Section "InputDevice"

# Identifier and driver

    Identifier   "Mouse1"

    Driver   "mouse"

    Option "Protocol"   "ImPS/2"

    Option "ZAxisMapping" "4 5"

    Option "Device"      "/dev/input/mice"

    

# Mouse-speed setting for PS/2 mouse.

#    Option "Resolution"   "256"

# When using XQUEUE, comment out the above two lines, and uncomment

# the following line.

#    Option "Protocol"   "Xqueue"

# Baudrate and SampleRate are only for some Logitech mice. In

# almost every case these lines should be omitted.

#    Option "BaudRate"   "9600"

#    Option "SampleRate"   "150"

# Emulate3Buttons is an option for 2-button Microsoft mice

# Emulate3Timeout is the timeout in milliseconds (default is 50ms)
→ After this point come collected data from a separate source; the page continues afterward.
"""What a transistor does in its circuit: which terminal the signal enters, and which it leaves by."""

from __future__ import annotations

from tauledger.circuit import GROUND
from tauledger.hand.branches import diode_joint
from tauledger.hand.elements import Cell
from tauledger.hand.equivalent import EquivalentCircuit

IDLE = 1e-3
FOLLOWS = 0.05

# Words by the cell's own terminals: common terminal shared, degenerated, signal into the common terminal, follower.
ROLES = {
    "base": ("common emitter", "common emitter, degenerated", "common base", "emitter follower (common collector)"),
    "gate": ("common source", "common source, degenerated", "common gate", "source follower (common drain)"),
    "input": ("transconductor", "transconductor, degenerated", "current follower", "voltage follower"),
}


def role_of(circuit: EquivalentCircuit, cell: Cell) -> str:
    """Name the role of one cell at mid-band from its node voltages x and the adjoint λ of the output.

    Diode-connected where control and output are one node. Without signal where gm·(v_control − v_common) moves the
    output by less than 0.1 %. The signal enters by the control or the common node, whichever moves more, and leaves by
    the output or the common node, whichever the circuit's output follows more. Degenerated: the common node, entered by
    the control, moves by more than 5 % of it, and by more than its own series resistance does it.
    """
    if _diode_node(circuit, cell) is not None:
        return "diode-connected"
    left_at = leaves_at(circuit, cell)
    if left_at is None:
        return "without signal"
    shared, degenerated, into_common, follower = ROLES.get(cell.words[0], ROLES["input"])
    v_control, v_common = _control(circuit, cell), _common(circuit, cell)
    if abs(v_common) > abs(v_control):
        return into_common
    if left_at == cell.common:
        return follower
    driver = _control_node(circuit, cell)
    if driver != GROUND and driver in {_diode_node(circuit, other) for other in circuit.cells if other is not cell}:
        return "current mirror output"
    grounded = any(t.inner == cell.common != t.outer == GROUND for t in circuit.terminals)
    return degenerated if abs(v_common) > FOLLOWS * abs(v_control) and not grounded else shared


def follower_of(cell: Cell) -> str:
    """Give the word for a follower made of this kind of transistor."""
    return ROLES.get(cell.words[0], ROLES["input"])[3]


def leaves_at(circuit: EquivalentCircuit, cell: Cell) -> str | None:
    """Give the node by which the signal leaves a cell, output or common, whichever the circuit's output follows more.

    None where gm·(v_control − v_common) moves the circuit's output by less than 0.1 %.
    """
    v = _control(circuit, cell) - _common(circuit, cell)
    to_output, to_common = _adjoint(circuit, cell.output), _adjoint(circuit, cell.common)
    if abs(cell.gm * v * (to_output - to_common)) < IDLE * abs(circuit.response):
        return None
    return cell.common if abs(to_common) > abs(to_output) else cell.output


def _diode_node(circuit: EquivalentCircuit, cell: Cell) -> str | None:
    """Give the node at which a cell's control is its own output, series resistances aside."""
    if cell.diode_connected:
        # both terminals at AC ground: a common base whose collector is a supply
        return None if cell.control == GROUND else cell.control
    joint = diode_joint(circuit, circuit.cells.index(cell))
    return None if joint is None else joint.node


def _control_node(circuit: EquivalentCircuit, cell: Cell) -> str:
    """Give the node that drives a cell's control: the far end of the one resistor there, else the control itself."""
    resistors = circuit.resistors_at.get(cell.control, ())
    lonely = len(resistors) == 1 and len(circuit.cells_at.get(cell.control, ())) == 1
    return circuit.resistors[resistors[0]].other(cell.control) if lonely else cell.control


def _control(circuit: EquivalentCircuit, cell: Cell) -> complex:
    return _terminal(circuit, cell, cell.control, cell.words[0])


def _common(circuit: EquivalentCircuit, cell: Cell) -> complex:
    return _terminal(circuit, cell, cell.common, cell.words[1])


def _terminal(circuit: EquivalentCircuit, cell: Cell, node: str, word: str) -> complex:
    """Give the voltage of a cell's terminal; one that a source drives directly, ground by hand, has the source's."""
    if node != GROUND:
        return _at(circuit, node)
    at = (t.netlist_node for t in circuit.terminals if (t.owner, t.word, t.inner) == (cell.owner, word, GROUND))
    return next((circuit.driven[node] for node in at if node in circuit.driven), 0j)


def _at(circuit: EquivalentCircuit, node: str) -> complex:
    return 0j if node == GROUND else complex(circuit.voltage[circuit.row[node]])


def _adjoint(circuit: EquivalentCircuit, node: str) -> complex:
    return 0j if node == GROUND else complex(circuit.adjoint[circuit.row[node]])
#    Option "Emulate3Buttons"

#    Option "Emulate3Timeout"    "50"

# ChordMiddle is an option for some 3-button Logitech mice

#    Option "ChordMiddle"

EndSection

# **********************************************************************

# Other input device sections 

# this is optional and is required only if you

# are using extended input devices.  This is for example only.  Refer

# to the xorg.conf man page for a description of the options.

# **********************************************************************

#

# Section "InputDevice" 

#    Identifier  "Mouse2"

#    Driver      "mouse"

#    Option      "Protocol"      "MouseMan"

#    Option      "Device"        "/dev/mouse2"

# EndSection

#

# Section "InputDevice"

#    Identifier "spaceball"

#    Driver     "magellan"

#    Option     "Device"        "/dev/cua0"

# EndSection

#

# Section "InputDevice"

#    Identifier "spaceball2"

#    Driver     "spaceorb"

#    Option     "Device"        "/dev/cua0"

# EndSection

#

# Section "InputDevice"

#    Identifier "touchscreen0"

#    Driver     "microtouch"

#    Option     "Device"        "/dev/ttyS0"

#    Option     "MinX"          "1412"

#    Option     "MaxX"          "15184"

#    Option     "MinY"          "15372"

#    Option     "MaxY"          "1230"

#    Option     "ScreenNumber"  "0"

#    Option     "ReportingMode" "Scaled"

#    Option     "ButtonNumber"  "1"

#    Option     "SendCoreEvents"

# EndSection

#

# Section "InputDevice"

#    Identifier "touchscreen1"

#    Driver     "elo2300"

#    Option     "Device"        "/dev/ttyS0"

#    Option     "MinX"          "231"

#    Option     "MaxX"          "3868"

#    Option     "MinY"          "3858"

#    Option     "MaxY"          "272"

#    Option     "ScreenNumber"  "0"

#    Option     "ReportingMode" "Scaled"

#    Option     "ButtonThreshold"       "17"

#    Option     "ButtonNumber"  "1"

#    Option     "SendCoreEvents"

# EndSection

# **********************************************************************

# Monitor section

# **********************************************************************

# Any number of monitor sections may be present

Section "Monitor"

    Identifier  "Philips 107T"

# HorizSync is in kHz unless units are specified.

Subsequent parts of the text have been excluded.